Where are you located? This is a big deal.

Palmetto bugs and german roaches, while related, are very different. The first are merely a bit of a nuisance; the second can be really bad indeed. 

Jimi Hendrix might have said, ". . . but are you, _experienced_?" and I'd say, "_Hell yes I am!_" (About six legged roaches, in any event.)

Those big roaches mostly feed on decaying stuff, like dead leaves. Sometimes they feed on rotting wood (roaches, believe it or not, are related to termites). They're called palmetto bugs because they love to eat decaying palmetto leaves, though any palm leaf will do, trust me. Unless your house is wooden and literally rotting from within, they're not apt to be very interested in you or your family's habitation.

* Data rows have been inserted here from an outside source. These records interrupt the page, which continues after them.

package eiv

import (
	"fmt"
	"math"
)

// Unknown is a sample measured against a calibration: its readings y₀.
type Unknown struct {
	// Y holds one reading or replicate readings.
	Y []float64
	// UY is the standard uncertainty of ONE reading. Zero means not
	// stated: then the sample's own replicate SD (k ≥ 2 readings, ν = k − 1),
	// or for a single reading the standards' pooled replicate SD (ν its
	// degrees of freedom; common practice: the repeatability found while
	// calibrating).
	UY float64
}

// InverseOptions are the settings of Calibration.Inverse. A nil pointer
// means k = 2.
type InverseOptions struct {
	// CoverageFactor is k; zero means 2 unless CoverageProbability is set.
	CoverageFactor float64
	// CoverageProbability p, when set, gives k = t_p(ν_eff), Student's t
	// quantile with the effective degrees of freedom truncated to an integer
	// (JCGM 100 G.4.1, G.6.4), or the normal quantile when ν_eff is infinite.
	CoverageProbability float64
}

// Contribution is one line of an uncertainty budget (JCGM 100 §5.1.3):
// the input quantity's standard uncertainty, its sensitivity coefficient,
// and their product's magnitude, the contribution to u(x₀) in units of x.
type Contribution struct {
	// Source is "line" (the line's value at XRef), "slope" or "reading".
	Source       string
	Sensitivity  float64
	U            float64
	Contribution float64
	// DOF is the input's degrees of freedom (+Inf when known exactly).
	DOF float64
}

// InverseResult is x₀ for one unknown, with its uncertainty.
type InverseResult struct {
	// Readings is the number of readings k; Y their mean ȳ₀ with u(ȳ₀),
	// from Basis, on YDOF degrees of freedom (+Inf for a stated u).
	Readings int
	Y        UValue
	Basis    ReadingBasis
	YDOF     float64
	// X is x₀ = (ȳ₀ − a)/b = XRef + (ȳ₀ − YRef)/b with u(x₀) by the law of
	// propagation (JCGM 100 §5.1.2) in the centred form
	//
	//	u²(x₀) = [u²(YRef) + (x₀ − XRef)²·u²(b) + u²(ȳ₀)] / b²,
	//
	// which equals [u²(ȳ₀) + u²(a) + x₀²·u²(b) + 2·x₀·cov(a, b)]/b² and keeps
	// its digits far from the origin.
	X UValue
	// Budget holds the three contributions: line, slope, reading.
	Budget []Contribution
	// ULine and UReading split u(x₀): ULine² + UReading² = u²(x₀).
	ULine, UReading float64
	// DOF is ν_eff by the Welch–Satterthwaite formula (JCGM 100 G.4.1)
	// over the line (ULine, LineDOF) and the reading (UReading, YDOF), +Inf
	// when both ν are infinite. The line's two budget lines share one
	// variance estimate and so enter as one term; when the reading's u is
	// the pooled SD that the line also rests on, ν_eff is the pooled ν.
	DOF float64
	// K is the coverage factor; CoverageProbability is p when K came from
	// it, else zero.
	K                   float64
	CoverageProbability float64
	// Expanded is U = K·u(x₀); the coverage interval is [Lower, Upper] = x₀ ∓ U.
	Expanded     float64
	Lower, Upper float64
	// Warnings: WarnExtrapolation, WarnSlopeUncertain (each a *Warning).
	Warnings []error
}

// Inverse evaluates x₀ ± U(x₀) for each unknown. An unknown without
// readings, with a non-finite reading or a negative uncertainty, or whose
// uncertainty is neither stated nor obtainable from replicates is an
// *InputError (part "unknowns") naming it.
func (c *Calibration) Inverse(unknowns []Unknown, opt *InverseOptions) ([]InverseResult, error) {
	if opt == nil {
		opt = &InverseOptions{}
	}
	k, p := opt.CoverageFactor, opt.CoverageProbability
	if k != 0 && p != 0 {
		return nil, &OptionError{Option: "coverage_factor", Reason: "give a coverage factor or a coverage probability, not both"}
	}
	if p != 0 && !(p > 0 && p < 1) {
		return nil, &OptionError{Option: "coverage_probability", Reason: "must lie strictly between 0 and 1"}
	}
	if k == 0 && p == 0 {
		k = 2
	}
	if !(k >= 0 && k < 1e6) {
		return nil, &OptionError{Option: "coverage_factor", Reason: "must be positive and finite"}
	}
	out := make([]InverseResult, len(unknowns))
	for i, u := range unknowns {
		r, err := c.inverseOne(u, k, p)
		if err != nil {
			if ie, ok := err.(*InputError); ok {
				ie.Index = i
			}
			return nil, err
		}
		out[i] = r
	}
	return out, nil
}

func (c *Calibration) inverseOne(u Unknown, k, p float64) (InverseResult, error) {
	const part = "unknowns"
	if !allFinite(u.UY) || u.UY < 0 {
		return InverseResult{}, inputErr(part, -1, "uy", badU(u.UY))
	}
	mean, ss, err := meanOf(u.Y)
	if err != nil {
		return InverseResult{}, inputErr(part, -1, "y", err)
	}
	n := len(u.Y)
	r := InverseResult{Readings: n}
	sqn := math.Sqrt(float64(n))
	switch {
	case u.UY > 0:
		r.Y, r.Basis, r.YDOF = UValue{mean, u.UY / sqn}, BasisStated, math.Inf(1)
	case n >= 2:
		r.Y, r.Basis, r.YDOF = UValue{mean, math.Sqrt(ss/float64(n-1)) / sqn}, BasisReplicates, float64(n-1)
	case c.PooledDOF > 0:
		r.Y, r.Basis, r.YDOF = UValue{mean, c.PooledSD / sqn}, BasisPooled, float64(c.PooledDOF)
	default:
		return InverseResult{}, inputErr(part, -1, "uy", fmt.Errorf(
			"%w: one reading without a stated uy, and the standards have no replicates", ErrNoUncertainty))
	}
	b := c.Slope.Value
	dx := (r.Y.Value - c.YRef.Value) / b
	x0 := c.XRef + dx
	cl := Contribution{Source: "line", Sensitivity: -1 / b, U: c.YRef.U, DOF: c.LineDOF}
	cb := Contribution{Source: "slope", Sensitivity: -dx / b, U: c.Slope.U, DOF: c.LineDOF}
	cr := Contribution{Source: "reading", Sensitivity: 1 / b, U: r.Y.U, DOF: r.YDOF}
	r.Budget = []Contribution{cl, cb, cr}
	for i := range r.Budget {
		ci := &r.Budget[i]
		ci.Contribution = math.Abs(ci.Sensitivity) * ci.U
	}
	r.ULine = math.Hypot(r.Budget[0].Contribution, r.Budget[1].Contribution)
	r.UReading = r.Budget[2].Contribution
	ux := math.Hypot(r.ULine, r.UReading)
	r.X = UValue{x0, ux}
	// Welch–Satterthwaite over the two independent variance estimates: the
	// line's two contributions come from one estimate (the same pooled SD or
	// Birge ratio), so they enter as one term with the line's ν.
	// When the reading's u is the standards' pooled SD and so is the
	// line's, the whole variance is one scaled χ² on the pooled ν.
	var ws float64
	if q := r.ULine * r.ULine; !math.IsInf(c.LineDOF, 1) {
		ws += q * q / c.LineDOF
	}
	if q := r.UReading * r.UReading; !math.IsInf(r.YDOF, 1) {
		ws += q * q / r.YDOF
	}
	r.DOF = math.Inf(1)
	if v := ux * ux; r.Basis == BasisPooled && c.LineDOF == float64(c.PooledDOF) && c.Validation.Scale == 1 {
		r.DOF = float64(c.PooledDOF)
	} else if ws > 0 {
		r.DOF = v * v / ws
	}
	r.K = k
	if p != 0 {
		r.K, r.CoverageProbability = coverageK(p, r.DOF), p
	}
	r.Expanded = r.K * ux
	r.Lower, r.Upper = x0-r.Expanded, x0+r.Expanded
	if !allFinite(x0, ux, r.Expanded, r.Lower, r.Upper) {
		return InverseResult{}, inputErr(part, -1, "y", fmt.Errorf("%w: x₀ leaves the double-precision range", ErrDegenerate))
	}
	if x0 < c.XMin || x0 > c.XMax {
		r.Warnings = append(r.Warnings, &Warning{Code: WarnExtrapolation, Message: fmt.Sprintf(
			"x₀ = %.6g lies outside the range of the standards [%.6g, %.6g]: the straight line is extrapolated", x0, c.XMin, c.XMax)})
	}
	if rel := c.Slope.U / math.Abs(b); rel > SlopeUncertainLimit {
		r.Warnings = append(r.Warnings, &Warning{Code: WarnSlopeUncertain, Message: fmt.Sprintf(
			"u(b)/|b| = %.2g exceeds %.2g: the linear propagation through 1/b is not trustworthy; check it by Monte Carlo", rel, SlopeUncertainLimit)})
	}
	return r, nil
}

// coverageK is the two-sided coverage factor for probability p on ν degrees
// of freedom, ν truncated to an integer (JCGM 100 G.4.1 note 1); the normal
// quantile when ν is infinite or beyond 10⁷.
func coverageK(p, nu float64) float64 {
	if math.IsInf(nu, 1) || nu > 1e7 {
		return zQuantile(p)
	}
	return tQuantile(p, max(1, int(nu)))
}

// ForwardResult is the calibration line evaluated at one x.
type ForwardResult struct {
	// X is the value with its standard uncertainty as given.
	X UValue
	// Y is ŷ = YRef + b·(x − XRef) with
	//
	//	u²(ŷ) = u²(YRef) + (x − XRef)²·u²(b) + b²·u²(x)
	//
	// (JCGM 100 §5.1.2; the line and x independent).
	Y UValue
	// ULine is the line's part of u(ŷ), √(u²(YRef) + (x − XRef)²·u²(b)).
	ULine float64
}

// Forward evaluates the line at x with standard uncertainty ux (zero for an
// exact x).
func (c *Calibration) Forward(x, ux float64) (ForwardResult, error) {
	if !allFinite(x) {
		return ForwardResult{}, &OptionError{Option: "x", Reason: "must be a finite number"}
	}
	if !allFinite(ux) || ux < 0 {
		return ForwardResult{}, &OptionError{Option: "ux", Reason: "must be finite and not negative"}
	}
	dx := x - c.XRef
	b := c.Slope.Value
	ul := math.Hypot(c.YRef.U, dx*c.Slope.U)
	y := c.YRef.Value + b*dx
	r := ForwardResult{X: UValue{x, ux}, Y: UValue{y, math.Hypot(ul, b*ux)}, ULine: ul}
	if !allFinite(y, r.Y.U) {
		return ForwardResult{}, &OptionError{Option: "x", Reason: "ŷ leaves the double-precision range"}
	}
	return r, nil
}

German roaches are very different. They can go out of control, and they will infest your home, and, as in my case, can even short out your dishwasher. (Got it fixed, whew!)

I ask where you are, because the further south you are, the less likely you're going to be able to get rid of big roaches completely. I have them in my place, and the cats like to play with them. In a place like Ohio, you can often get rid of them by finding what they're eating and getting rid of it.

Do please advise.


----------



## DoomsDave (Dec 6, 2018)

P.S.: 

In keeping with Nik's comment, I'm willing to bet you have a bunch of live roaches somewhere. You're finding dead ones most likely because they can't run off when they sense your approach. (Go into your garage at night, no bright lights, stay very quiet, and I'll bet you'll see them.) Or maybe the cat plays a little too rough with them here and there. (I had a kitty that loved to eat them, crunch-crunch-crunch! Chops-licky!)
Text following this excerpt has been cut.